Problem description
How many lines in the records below hold the string "modulus"? Answer with the number alone.

[Stored items]
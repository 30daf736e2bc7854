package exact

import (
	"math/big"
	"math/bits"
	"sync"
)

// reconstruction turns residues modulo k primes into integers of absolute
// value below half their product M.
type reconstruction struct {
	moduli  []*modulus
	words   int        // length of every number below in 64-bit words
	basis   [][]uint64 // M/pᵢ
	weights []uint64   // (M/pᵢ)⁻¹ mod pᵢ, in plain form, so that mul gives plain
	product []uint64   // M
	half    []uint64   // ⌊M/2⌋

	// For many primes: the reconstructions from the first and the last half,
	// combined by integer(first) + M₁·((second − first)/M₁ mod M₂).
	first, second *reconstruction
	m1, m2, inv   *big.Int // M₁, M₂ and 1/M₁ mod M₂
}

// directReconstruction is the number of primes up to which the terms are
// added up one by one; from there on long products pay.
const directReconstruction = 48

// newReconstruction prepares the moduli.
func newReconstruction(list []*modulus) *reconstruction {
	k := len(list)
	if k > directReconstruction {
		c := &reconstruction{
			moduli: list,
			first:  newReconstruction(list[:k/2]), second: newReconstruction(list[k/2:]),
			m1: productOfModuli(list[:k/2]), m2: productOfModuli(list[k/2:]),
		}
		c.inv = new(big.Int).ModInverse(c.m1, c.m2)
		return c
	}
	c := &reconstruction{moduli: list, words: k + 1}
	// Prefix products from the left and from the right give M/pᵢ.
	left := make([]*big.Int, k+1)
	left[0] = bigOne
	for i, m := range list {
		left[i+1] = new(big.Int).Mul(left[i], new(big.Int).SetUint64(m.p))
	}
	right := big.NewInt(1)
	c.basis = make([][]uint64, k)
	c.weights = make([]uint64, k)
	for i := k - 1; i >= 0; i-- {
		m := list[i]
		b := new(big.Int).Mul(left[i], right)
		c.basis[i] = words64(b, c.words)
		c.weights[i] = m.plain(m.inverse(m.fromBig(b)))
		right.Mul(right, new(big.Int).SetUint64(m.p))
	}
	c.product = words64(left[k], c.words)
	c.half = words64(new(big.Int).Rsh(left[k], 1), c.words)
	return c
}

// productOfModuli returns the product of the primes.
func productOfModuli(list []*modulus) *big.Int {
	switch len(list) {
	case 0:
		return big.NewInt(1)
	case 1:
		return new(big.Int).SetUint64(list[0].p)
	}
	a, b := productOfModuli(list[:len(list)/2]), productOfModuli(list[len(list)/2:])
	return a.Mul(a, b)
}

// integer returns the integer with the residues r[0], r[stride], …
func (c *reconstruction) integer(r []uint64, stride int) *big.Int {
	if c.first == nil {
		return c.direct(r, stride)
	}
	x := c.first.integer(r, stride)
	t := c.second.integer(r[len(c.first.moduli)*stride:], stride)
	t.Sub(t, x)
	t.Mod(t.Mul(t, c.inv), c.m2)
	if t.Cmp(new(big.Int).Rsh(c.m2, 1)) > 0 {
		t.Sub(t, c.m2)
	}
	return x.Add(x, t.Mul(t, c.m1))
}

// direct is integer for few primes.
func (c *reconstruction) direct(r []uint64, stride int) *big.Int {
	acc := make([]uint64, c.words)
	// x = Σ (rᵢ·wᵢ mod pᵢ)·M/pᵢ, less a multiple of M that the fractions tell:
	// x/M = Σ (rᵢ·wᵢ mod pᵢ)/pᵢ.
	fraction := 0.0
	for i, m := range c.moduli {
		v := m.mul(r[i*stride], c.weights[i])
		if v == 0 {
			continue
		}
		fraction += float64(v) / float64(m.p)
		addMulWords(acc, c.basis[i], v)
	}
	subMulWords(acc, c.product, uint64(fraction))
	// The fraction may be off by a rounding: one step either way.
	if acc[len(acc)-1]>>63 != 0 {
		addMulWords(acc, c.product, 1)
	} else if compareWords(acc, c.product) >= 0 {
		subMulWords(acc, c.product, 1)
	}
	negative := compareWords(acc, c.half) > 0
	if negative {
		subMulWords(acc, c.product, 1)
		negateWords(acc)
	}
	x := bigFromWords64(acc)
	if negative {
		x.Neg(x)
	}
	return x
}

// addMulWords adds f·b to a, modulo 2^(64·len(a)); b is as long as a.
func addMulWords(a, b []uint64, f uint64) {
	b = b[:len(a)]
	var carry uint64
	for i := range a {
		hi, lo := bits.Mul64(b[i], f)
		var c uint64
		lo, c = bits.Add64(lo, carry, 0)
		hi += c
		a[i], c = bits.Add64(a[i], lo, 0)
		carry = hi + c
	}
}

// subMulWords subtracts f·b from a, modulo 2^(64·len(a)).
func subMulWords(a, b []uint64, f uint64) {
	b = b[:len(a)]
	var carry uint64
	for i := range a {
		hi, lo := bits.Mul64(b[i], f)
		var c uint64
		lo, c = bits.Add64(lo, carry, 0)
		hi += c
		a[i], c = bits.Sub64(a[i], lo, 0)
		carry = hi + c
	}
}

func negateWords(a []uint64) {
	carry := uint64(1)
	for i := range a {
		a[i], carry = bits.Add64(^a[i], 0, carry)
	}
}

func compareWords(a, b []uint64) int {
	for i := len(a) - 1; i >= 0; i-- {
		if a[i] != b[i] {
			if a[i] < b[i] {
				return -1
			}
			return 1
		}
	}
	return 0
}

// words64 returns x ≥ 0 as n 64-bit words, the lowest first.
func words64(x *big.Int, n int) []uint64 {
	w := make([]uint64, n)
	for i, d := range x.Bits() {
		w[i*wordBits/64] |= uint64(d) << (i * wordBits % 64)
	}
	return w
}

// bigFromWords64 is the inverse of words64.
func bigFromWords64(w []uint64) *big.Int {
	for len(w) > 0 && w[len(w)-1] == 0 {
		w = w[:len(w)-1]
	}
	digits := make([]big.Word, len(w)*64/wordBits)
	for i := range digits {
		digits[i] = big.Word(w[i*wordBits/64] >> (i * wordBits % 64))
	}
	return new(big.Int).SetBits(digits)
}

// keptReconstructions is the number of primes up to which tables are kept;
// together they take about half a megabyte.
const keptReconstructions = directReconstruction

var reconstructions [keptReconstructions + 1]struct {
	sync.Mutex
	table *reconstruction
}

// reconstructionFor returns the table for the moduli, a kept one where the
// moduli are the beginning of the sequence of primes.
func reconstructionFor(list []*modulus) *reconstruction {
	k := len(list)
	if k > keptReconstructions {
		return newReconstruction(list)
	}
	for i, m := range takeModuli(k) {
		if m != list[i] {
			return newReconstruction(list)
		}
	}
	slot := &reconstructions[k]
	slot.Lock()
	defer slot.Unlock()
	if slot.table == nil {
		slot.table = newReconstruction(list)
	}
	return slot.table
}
...
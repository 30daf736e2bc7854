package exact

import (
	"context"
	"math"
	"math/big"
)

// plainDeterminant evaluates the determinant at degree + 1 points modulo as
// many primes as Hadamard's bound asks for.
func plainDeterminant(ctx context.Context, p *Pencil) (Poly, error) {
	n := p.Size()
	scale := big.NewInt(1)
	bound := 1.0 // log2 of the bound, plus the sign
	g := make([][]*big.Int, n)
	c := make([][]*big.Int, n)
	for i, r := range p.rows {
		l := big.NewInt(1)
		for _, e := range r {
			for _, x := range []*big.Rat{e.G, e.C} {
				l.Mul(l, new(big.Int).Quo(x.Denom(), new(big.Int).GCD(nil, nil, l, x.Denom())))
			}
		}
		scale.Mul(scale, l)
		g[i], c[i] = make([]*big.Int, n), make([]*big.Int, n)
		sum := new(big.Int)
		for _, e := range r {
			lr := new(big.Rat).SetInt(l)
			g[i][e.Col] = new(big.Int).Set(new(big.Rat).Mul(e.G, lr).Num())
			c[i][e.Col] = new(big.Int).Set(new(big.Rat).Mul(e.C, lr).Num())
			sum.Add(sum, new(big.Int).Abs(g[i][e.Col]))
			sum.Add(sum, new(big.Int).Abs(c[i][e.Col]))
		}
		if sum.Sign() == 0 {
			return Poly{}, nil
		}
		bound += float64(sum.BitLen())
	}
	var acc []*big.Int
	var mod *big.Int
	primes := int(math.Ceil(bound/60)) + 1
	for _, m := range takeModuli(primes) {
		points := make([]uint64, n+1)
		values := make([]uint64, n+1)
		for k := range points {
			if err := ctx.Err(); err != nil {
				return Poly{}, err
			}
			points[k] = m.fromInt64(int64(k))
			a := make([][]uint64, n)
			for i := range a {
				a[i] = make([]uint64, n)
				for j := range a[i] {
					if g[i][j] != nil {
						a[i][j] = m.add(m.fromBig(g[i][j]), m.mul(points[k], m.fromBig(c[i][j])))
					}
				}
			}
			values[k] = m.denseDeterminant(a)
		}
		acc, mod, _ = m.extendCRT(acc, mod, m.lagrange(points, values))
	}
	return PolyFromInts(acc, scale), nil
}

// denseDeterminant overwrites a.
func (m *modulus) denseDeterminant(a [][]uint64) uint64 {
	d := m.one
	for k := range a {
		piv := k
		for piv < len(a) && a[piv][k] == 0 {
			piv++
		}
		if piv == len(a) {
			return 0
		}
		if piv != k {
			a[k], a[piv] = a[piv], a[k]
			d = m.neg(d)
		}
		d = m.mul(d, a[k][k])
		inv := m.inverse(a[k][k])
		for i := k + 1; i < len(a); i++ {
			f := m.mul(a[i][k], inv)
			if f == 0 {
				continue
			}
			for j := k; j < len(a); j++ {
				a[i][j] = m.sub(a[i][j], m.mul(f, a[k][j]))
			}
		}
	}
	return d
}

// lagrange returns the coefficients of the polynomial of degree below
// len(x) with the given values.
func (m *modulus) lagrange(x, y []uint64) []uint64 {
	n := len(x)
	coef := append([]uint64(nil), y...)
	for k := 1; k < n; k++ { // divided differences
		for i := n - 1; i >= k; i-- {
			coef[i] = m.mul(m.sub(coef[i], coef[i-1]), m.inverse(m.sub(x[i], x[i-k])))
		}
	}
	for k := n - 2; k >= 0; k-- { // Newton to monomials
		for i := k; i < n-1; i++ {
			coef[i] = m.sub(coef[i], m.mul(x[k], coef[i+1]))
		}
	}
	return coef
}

Result of this task
6